EXERCISE DETAILS
Go through each line of the records below and count those with the word "windows"; give only the total.

GIVEN DATA
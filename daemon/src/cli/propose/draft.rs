//! The draft: lines of TOML, each with what was seen for it and whether a person has to look.
//!
//! Invariant: whatever an export holds stands in the draft inside a quoted string or, cut to plain characters,
//! in a comment; it cannot become a line of its own.

use serde::Serialize;

/// How far a line can be trusted.
#[derive(Debug, Clone, Copy, PartialEq, Eq, Serialize)]
#[serde(rename_all = "snake_case")]
pub(super) enum Trust {
    /// Seen as it stands.
    Seen,
    /// A guess that a person has to check.
    Check,
    /// Not found and not needed: a commented line.
    Optional,
    /// Not found, and nothing can be read without it: a commented line.
    Missing,
}

/// One key of the draft.
#[derive(Debug, Clone, PartialEq, Eq, Serialize)]
pub(super) struct Line {
    /// The table it belongs to: `instrument` or `instrument.read`.
    pub(super) table: &'static str,
    pub(super) key: &'static str,
    /// As TOML.
    pub(super) value: String,
    pub(super) trust: Trust,
    /// What was seen, or what to fill in.
    pub(super) note: String,
}

const KEY_WIDTH: usize = 14;
const NOTE_AT: usize = 52;

impl Line {
    pub(super) fn new(
        table: &'static str,
        key: &'static str,
        value: impl Into<String>,
        trust: Trust,
        note: impl Into<String>,
    ) -> Self {
        Self {
            table,
            key,
            value: value.into(),
            trust,
            note: note.into(),
        }
    }

    fn written(&self) -> String {
        let Self {
            key, value, note, ..
        } = self;
        let (before, mark) = match self.trust {
            Trust::Seen => ("", ""),
            Trust::Check => ("", "check: "),
            Trust::Optional => ("# ", "not found: "),
            Trust::Missing => ("# ", "MISSING: "),
        };
        let width = KEY_WIDTH - before.len();
        let line = format!("{before}{key:<width$} = {value}");
        if note.is_empty() {
            return line;
        }
        format!("{line:<NOTE_AT$} # {mark}{}", plain(note))
    }
}

/// The whole draft, with `head` as comments before it.
pub(super) fn written(head: &[String], lines: &[Line]) -> String {
    let mut out = String::new();
    for sentence in head {
        out.push_str(&format!("# {}\n", plain(sentence)));
    }
    let mut table = "";
    for line in lines {
        if line.table != table {
            table = line.table;
            out.push_str(&match table {
                "instrument" => format!("\n[[{table}]]\n"),
                _ => format!("\n[{table}]\n"),
            });
        }
        out.push_str(&line.written());
        out.push('\n');
    }
    out
}

/// A text as a TOML string: literal where that reads better and can be.
pub(super) fn quoted(text: &str) -> String {
    if text.contains('\\') && !text.contains('\'') && !text.chars().any(char::is_control) {
        return format!("'{text}'");
    }
    let mut out = String::from("\"");
    for c in text.chars() {
        match c {
            '"' => out.push_str("\\\""),
            '\\' => out.push_str("\\\\"),
            '\t' => out.push_str("\\t"),
            c if c.is_control() => out.push_str(&format!("\\u{:04X}", u32::from(c))),
            c => out.push(c),
        }
    }
    out.push('"');
    out
}

/// Fit for a comment: one line, no control characters.
pub(super) fn plain(text: &str) -> String {
    text.chars()
        .map(|c| {
            if c.is_control() || matches!(c, '\u{2028}' | '\u{2029}') {
                ' '
            } else {
                c
            }
        })
        .collect()
}

/// A text that an export holds, as a comment quotes it.
pub(super) fn shown(text: &str) -> String {
    const MOST: usize = 40;
    let short: String = text.chars().take(MOST).collect();
    let more = if text.chars().count() > MOST {
        "…"
    } else {
        ""
    };
    format!("`{}{more}`", plain(&short))
}

#[cfg(test)]
mod tests {
    use super::*;

    #[test]
    fn what_an_export_holds_stays_in_its_line() {
        let line = Line::new(
            "instrument.read",
            "part",
            format!("{{ column = {} }}", quoted("a\n[mail]\"\\\u{7f}")),
            Trust::Check,
            format!("found {}", shown("x\n[mail]\r\u{2028}")),
        );
        let text = written(&[], &[line]);
        assert_eq!(text.lines().count(), 3, "{text}");
        assert!(
            text.contains(r#"{ column = "a\u000A[mail]\"\\\u007F" }"#),
            "{text}"
        );
    }

    #[test]
    fn regexes_are_literal() {
        assert_eq!(quoted(r"run-(\d+)"), r"'run-(\d+)'");
        assert_eq!(quoted(r"o'(\d+)"), r#""o'(\\d+)""#);
    }
}
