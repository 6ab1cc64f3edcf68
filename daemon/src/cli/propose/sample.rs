//! One sample export, opened: which form it has, and what stands where in it.
//!
//! Encoding and delimiter are found by trying: what yields the most words of the trade is taken. Only here may
//! that be done; a service reads by its rule.

use restudy_parsers::{Cells, Refused, Seen, announced_delimiter, look_at_fields, look_at_text};

use super::{table, words, xml};

/// Marks that may part fields, the likelier first.
const DELIMITERS: [char; 4] = [';', '\t', ',', '|'];
/// Encodings of text that is not UTF-8, the likelier first.
const ENCODINGS: [&str; 7] = [
    "windows-1252",
    "windows-1250",
    "iso-8859-2",
    "shift_jis",
    "gb18030",
    "euc-jp",
    "windows-1251",
];

/// A sample and what stands in it.
#[derive(Debug)]
pub(super) struct Sample {
    /// File name, as a `path` role would search it.
    pub(super) file: String,
    pub(super) dress: Dress,
    pub(super) spots: Vec<Spot>,
    /// The text that ends it.
    pub(super) end: Option<String>,
}

/// The outside of an export.
#[derive(Debug)]
pub(super) enum Dress {
    Table {
        /// The sheet's name and how many visible sheets there are; `None` for text.
        sheet: Option<(String, usize)>,
        /// Whether the sheet that holds the table is the first one.
        first_sheet: bool,
        /// `None` when roles stand beside labels only.
        header: Option<Header>,
        /// The mark between fields, and whether the file announces it; `None` in a workbook.
        delimiter: Option<(char, bool)>,
        /// The encoding that was tried with success; `None` when nothing needs to be named.
        encoding: Option<&'static str>,
    },
    Xml {
        each: String,
        /// How many elements stand at that path.
        records: usize,
        encoding: Option<&'static str>,
    },
}

/// Where the headings stand.
#[derive(Debug, Clone, PartialEq, Eq)]
pub(super) struct Header {
    /// Counted from 1.
    pub(super) row: u32,
    /// Headings that stand in no row above it.
    pub(super) marks: Vec<String>,
    /// Words of the trade among the headings.
    pub(super) known: usize,
}

/// A place that holds one text for every reading, or one for the whole export.
#[derive(Debug, Clone)]
pub(super) struct Spot {
    pub(super) place: Place,
    /// What the place is called, in one or several ways.
    pub(super) names: Vec<String>,
    /// One a record; one in all when `once`.
    pub(super) values: Vec<Datum>,
    pub(super) once: bool,
    /// Another column has the same heading: a rule cannot name it.
    pub(super) twice: bool,
}

/// How a rule names a place.
#[derive(Debug, Clone, PartialEq, Eq)]
pub(super) enum Place {
    Column(String),
    Label(String),
    /// A cell such as `A2`, and the regex that cuts the content out of its text.
    Cell(String, String),
    Xml(String),
}

/// What stands there.
#[derive(Debug, Clone, PartialEq)]
pub(super) enum Datum {
    Blank,
    Text(String),
    Number(f64),
    Date(jiff::civil::DateTime),
}

impl Datum {
    pub(super) fn of(seen: &Seen) -> Self {
        match seen {
            Seen::Text(text) if text.trim().is_empty() => Self::Blank,
            Seen::Text(text) => Self::Text(text.trim().to_owned()),
            Seen::Number(number) => Self::Number(*number),
            Seen::Date(date) => Self::Date(*date),
            Seen::Unusable(what) => Self::Text(what.clone()),
        }
    }
}

/// Opens text: delimited or XML.
pub(super) fn of_text(file: &str, bytes: &[u8]) -> Result<Sample, Refused> {
    let (text, encoding) = decoded(bytes)?;
    if text.trim_start().starts_with('<') {
        return xml::sample(file, &text, encoding);
    }
    let announced = announced_delimiter(&text);
    let marks: Vec<char> = match announced {
        Some(mark) => vec![mark],
        None => DELIMITERS.to_vec(),
    };
    let mut best: Option<(usize, char, table::Seen)> = None;
    let mut refused = None;
    for mark in marks {
        match look_at_fields(&text, mark) {
            Ok(cells) => {
                let seen = table::look(&cells);
                let score = seen.score();
                if best.as_ref().is_none_or(|(most, _, _)| score > *most) {
                    best = Some((score, mark, seen));
                }
            }
            Err(why) => refused = Some(why),
        }
    }
    match (best, refused) {
        (Some((_, mark, seen)), _) => Ok(Sample {
            file: file.to_owned(),
            dress: Dress::Table {
                sheet: None,
                first_sheet: true,
                header: seen.header,
                delimiter: Some((mark, announced.is_some())),
                encoding,
            },
            spots: seen.spots,
            end: seen.end,
        }),
        (None, Some(why)) => Err(why),
        (None, None) => Err(nothing()),
    }
}

/// Opens a workbook's sheets.
pub(super) fn of_sheets(file: &str, sheets: &[Cells]) -> Result<Sample, Refused> {
    let mut best: Option<(usize, usize, table::Seen)> = None;
    for (index, cells) in sheets.iter().enumerate() {
        let seen = table::look(cells);
        let score = seen.score();
        if best.as_ref().is_none_or(|(most, _, _)| score > *most) {
            best = Some((score, index, seen));
        }
    }
    let Some((_, index, seen)) = best else {
        return Err(nothing());
    };
    let name = sheets.get(index).and_then(|cells| cells.sheet.clone());
    Ok(Sample {
        file: file.to_owned(),
        dress: Dress::Table {
            sheet: name.map(|name| (name, sheets.len())),
            first_sheet: index == 0,
            header: seen.header,
            delimiter: None,
            encoding: None,
        },
        spots: seen.spots,
        end: seen.end,
    })
}

fn nothing() -> Refused {
    Refused {
        sentence: "nothing stands in it".into(),
        hint: None,
        perhaps_unfinished: true,
    }
}

/// The text, and the encoding that has to be named for it.
fn decoded(bytes: &[u8]) -> Result<(String, Option<&'static str>), Refused> {
    let refused = match look_at_text(bytes, None) {
        Ok(text) => return Ok((text, None)),
        Err(refused) => refused,
    };
    if bytes.contains(&0) {
        let zeros = |from: usize| {
            bytes
                .iter()
                .skip(from)
                .step_by(2)
                .filter(|b| **b == 0)
                .count()
        };
        let label = if zeros(1) > zeros(0) {
            "utf-16le"
        } else {
            "utf-16be"
        };
        return look_at_text(bytes, Some(label))
            .map(|text| (text, Some(label)))
            .map_err(|_| refused);
    }
    let mut best: Option<(i64, String, &'static str)> = None;
    for label in ENCODINGS {
        let Ok(text) = look_at_text(bytes, Some(label)) else {
            continue;
        };
        let likely = likely(&text);
        if best.as_ref().is_none_or(|(most, _, _)| likely > *most) {
            best = Some((likely, text, label));
        }
    }
    best.map(|(_, text, label)| (text, Some(label)))
        .ok_or(refused)
}

/// How much a text looks like one: words of the trade that are not plain ASCII, less odd characters.
fn likely(text: &str) -> i64 {
    let mut words_met = 0;
    for field in text.split([';', ',', '\t', '|', '\n', '\r', ':']) {
        let field = field.trim().trim_matches('"');
        let whole = |(fit, _): &(words::Fit, words::Meaning)| *fit == words::Fit::Whole;
        if !field.is_ascii() && words::meanings(field).iter().any(whole) {
            words_met += 1;
        }
    }
    let usual = |c: char| c.is_ascii() || c.is_alphabetic() || "µ°Ø±²³–—…€§×Δº".contains(c);
    let odd = text.chars().filter(|c| !usual(*c)).count();
    20 * words_met - i64::try_from(odd).unwrap_or(i64::MAX / 2)
}

#[cfg(test)]
mod tests {
    use super::*;

    #[test]
    fn an_encoding_is_found_by_the_words_that_it_yields() {
        for (bytes, label) in [
            (&b"Werkst\xfcck;Pr\xfcfer\n1;KL\n"[..], "windows-1252"),
            (
                b"\xc8\xedslo d\xedlu;Nam\xec\xf8en\xe1 hodnota\n1;2\n",
                "windows-1250",
            ),
            (
                b"\x95\x94\x95i\x94\xd4\x8d\x86,\x91\xaa\x92\xe8\x92l\n1,2\n",
                "shift_jis",
            ),
            (
                b"\xc1\xe3\xbc\xfe\xba\xc5,\xb2\xe2\xc1\xbf\xd6\xb5\n1,2\n",
                "gb18030",
            ),
            (b"p\0a\0r\0t\0;\0v\0a\0l\0u\0e\0\n\0", "utf-16le"),
        ] {
            assert_eq!(decoded(bytes).unwrap().1, Some(label), "{bytes:?}");
        }
        assert_eq!(decoded("Werkstück".as_bytes()).unwrap().1, None);
    }

    #[test]
    fn the_delimiter_is_the_one_that_yields_headings() {
        for (text, expected) in [
            ("part;actual\nP1;1,5\n", ';'),
            ("part\tactual, mm\nP1\t1,5\n", '\t'),
            ("part,actual\nP1,1.5\n", ','),
            ("part|actual\nP1|1.5\n", '|'),
        ] {
            let sample = of_text("a.csv", text.as_bytes()).unwrap();
            let Dress::Table { delimiter, .. } = sample.dress else {
                panic!("{text}")
            };
            assert_eq!(delimiter, Some((expected, false)), "{text}");
        }
    }
}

RESPONSE FOR THIS EXERCISE
5